How about a pair/small colony of harvest mice? We had some in a viv that size at college and they were absolutely fantastic to sit and watch. There's nothing sweeter than a load of little faces poking out of a hole in a tennis ball!


----------



## Jesss (Mar 24, 2011)

Don't they breed really easy though? Not sure what I would do with them all!


----------



## Drayvan (Jul 7, 2010)

Aye that's a good point, although I'd of thought an all female group would be ok. That said they don't live for very long if you're looking for something that will be around for a while :2thumb:


----------



## Jesss (Mar 24, 2011)

Yeah I'd love something that has a longer life span! Also something that I could possibly handle every so often


----------



## SmexyHerps (Dec 14, 2012)

You should get a couple of degu's, they live to like 7-10 years and are like little ninjas:2thumb: I own 6 in a 5ftx5ftx4ft tank and you can tame them really easy and are really sociable


----------



## UrolithicTitan (Sep 12, 2010)

-African pygmy doormice
-African pygmy mice
-Short tailed opossum
-Accacia rats
-Tenrec


----------



## mrcriss (Nov 2, 2010)

UrolithicTitan said:


> -African pygmy doormice
> -African pygmy mice
> -Short tailed opossum
> -Accacia rats
> -Tenrec


In a 2x2x2?? Wouldn't keep any mammals in that.


----------



## Jesss (Mar 24, 2011)

mrcriss said:


> In a 2x2x2?? Wouldn't keep any mammals in that.


Oki! Thanks I was just wondering if there was, doesn't matter - I was pretty sure nothing would go in there anyway!


----------



## UrolithicTitan (Sep 12, 2010)

mrcriss said:


> In a 2x2x2?? Wouldn't keep any mammals in that.


All of the above species could live comfortably in that size enclosure, provided the height of the enclosure is also used. However, the larger the enclosure the better for its inhabitants.


----------



## mrcriss (Nov 2, 2010)

With respect, possibly some of them, but others I definitely wouldn't squeeze into there. 

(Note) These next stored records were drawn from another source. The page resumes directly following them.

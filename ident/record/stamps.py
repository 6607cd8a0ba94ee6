"""The stamps of a column, by how its cells are written; rows without a stamp; what was assumed of the date."""

from __future__ import annotations

from dataclasses import dataclass
from datetime import datetime
from zoneinfo import ZoneInfo

import numpy as np
import pandas as pd

from ident.errors import ReadError
from ident.findings import Finding
from ident.record.columns import Mapped
from ident.record.numbers import read_cells, to_numbers
from ident.record.options import Options
from ident.record.quote import counted, printable, quoted
from ident.record.ragged import FEW, SHORT_SHARE
from ident.record.segments import Flags, Lines
from ident.record.table import Table, TimeCells
from ident.record.times import Stamps, from_numbers, from_text
from ident.record.vocabulary import TIME_UNITS, UTC_NAMES


@dataclass(frozen=True, slots=True, eq=False)
class Stamped:
    """kept (n,), rows of the table that carry a stamp; `stamps` are theirs."""

    stamps: Stamps
    kept: Flags
    findings: tuple[Finding, ...] = ()


def stamped(
    table: Table, mapped: Mapped, options: Options, decimal: str, *, position: int, name: str, sparse: bool = False
) -> Stamped:
    """Read one time column.

    position   of the column
    sparse     rows without a stamp are none of this signal's

    Raises ReadError: unreadable-time, ambiguous-dates, ambiguous-times.
    """
    cells, blank = table.time[position], table.blank[position]
    if mapped.date is not None:
        cells = _beside(table.time[mapped.date], cells)
        blank = blank | table.blank[mapped.date]
    lost = int(blank.sum())
    findings = []
    if lost and not sparse:
        row = int(np.argmax(blank))
        if lost > max(FEW, SHORT_SHARE * len(blank)):
            raise ReadError(
                "unreadable-time",
                f"Line {table.line[row]}, column {quoted(name)}: the time stamp is missing in {lost} rows; delete "
                "those rows or fill it.",
                {"line": int(table.line[row]), "column": printable(name), "count": lost},
            )
        without = counted(lost, "row has no time stamp and was dropped", "rows have no time stamp and were dropped")
        message = f"{without}; the first is line {table.line[row]}."
        evidence: dict[str, float | int | str | bool | None] = {"count": lost, "first_line": int(table.line[row])}
        findings.append(Finding("rows-without-time", "warning", message, evidence))
    kept = ~blank
    if lost:
        cells = cells[kept] if not isinstance(cells, pd.Series) else cells[kept].reset_index(drop=True)
    if not kept.any():
        raise ReadError("unreadable-time", f"Column {quoted(name)} holds no time stamps.", {"column": printable(name)})
    stamps = _read(cells, table.line[kept], mapped, options, decimal, name)
    return Stamped(stamps, kept, tuple(findings))


def _read(cells: TimeCells, line: Lines, mapped: Mapped, options: Options, decimal: str, name: str) -> Stamps:
    unit, texts = mapped.units["time"].casefold(), cells
    if cells.dtype.kind == "S" and _is_number(cells[0].decode("ascii", "replace")):
        column = pd.Series([c.decode("ascii", "replace") for c in cells.tolist()], dtype="str")
        cells = to_numbers(read_cells(column, decimal), name=name, decimal=decimal, line=line).values
    if isinstance(cells, np.ndarray) and cells.dtype.kind in "if":
        bad = ~np.isfinite(cells)
        if bad.any():
            row = int(np.argmax(bad))
            code = "not-finite" if np.isinf(cells[row]) else "unreadable-time"
            said = texts[row].decode("ascii", "replace") if texts.dtype.kind == "S" else str(cells[row])
            raise ReadError(
                code,
                f"Line {line[row]}, column {quoted(name)}: {quoted(said)} is no number of seconds; mend or delete "
                "that row.",
                {"line": int(line[row]), "column": printable(name), "count": int(bad.sum())},
            )
        return from_numbers(cells, scale=TIME_UNITS.get(unit), zone=options.zone, name=name, line=int(line[0]))
    zone = ZoneInfo("UTC") if options.zone is None and unit in UTC_NAMES else options.zone
    return from_text(cells, line, name=name, zone=zone, date_order=options.date_order)


def _beside(date: TimeCells, clock: TimeCells) -> TimeCells:
    """A date column and a time of day as one."""
    first, second = (
        np.char.decode(c, "ascii", "replace") if c.dtype.kind == "S" else np.asarray(c).astype("U40")
        for c in (date, clock)
    )
    joined = np.strings.add(np.strings.add(np.strings.strip(first), " "), np.strings.strip(second))
    return np.char.encode(joined, "ascii", "replace").astype("S40")


def _is_number(text: str) -> bool:
    try:
        float(text.replace(",", "."))
    except ValueError:
        return False
    return True


def told(stamps: Stamps, begin: datetime | None, mapped: Mapped) -> list[Finding]:
    """What was assumed of the date, the zone and the unit of time."""
    found = []
    if stamps.start is not None:
        if begin is not None:
            message = "The stamps carry their own date, so the start given was not used."
            found.append(Finding("start-ignored", "info", message))
    elif stamps.kind == "local" and begin is None:
        message = "The stamps carry no offset and no zone was given: elapsed times hold, but the start is unknown."
        found.append(Finding("zone-unknown", "warning", f'{message} Give the option "zone", such as Europe/Berlin.'))
    elif begin is None:
        found.append(
            Finding("date-unknown", "info", 'The log has no date: give the option "start" to place it in time.')
        )
    if stamps.two_digits:
        message = "The years have two digits: 00 to 69 were read as 2000 to 2069."
        found.append(Finding("two-digit-years", "info", message))
    whole = np.array_equal(stamps.time, np.round(stamps.time))
    if stamps.kind == "elapsed" and not mapped.units["time"] and whole and float(stamps.origin).is_integer():
        message = (
            f"Column {quoted(mapped.headers['time'])} holds whole numbers and names no unit: they were read as "
            'seconds. If they are milliseconds, name the column "time [ms]".'
        )
        found.append(Finding("time-unit-assumed", "warning", message, {"unit": "s"}))
    return found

The thing is, when did it all become about "what can I fit into this?", and not "I want this animal, what size enclosure do they need?"......there's a world of difference. I see it more on the snake section. Its all about minimum requirements these days, and that worries me.


----------



## UrolithicTitan (Sep 12, 2010)

mrcriss said:


> With respect, possibly some of them, but others I definitely wouldn't squeeze into there.
> 
> The thing is, when did it all become about "what can I fit into this?", and not "I want this animal, what size enclosure do they need?"......there's a world of difference. I see it more on the snake section. Its all about minimum requirements these days, and that worries me.


I don't keep any of my pets in what would be considered the minimum size for the species; and whilst the species I list I posted previously would be able to live in an enclosure that size; I woulds always go larger, not only does it provide more space for the inhabitant but also means that when you wish to try a new idea for enrichment you aren't overly limited when it comes to what you can do.


----------



## loulou (Jan 18, 2006)

Why not keep that cage/viv whatever it may be as a hospital enclosure. That way should one of the current animals or soon to be animals become ill you have somewhere you can adapt and use to put them on their own and monitor them. 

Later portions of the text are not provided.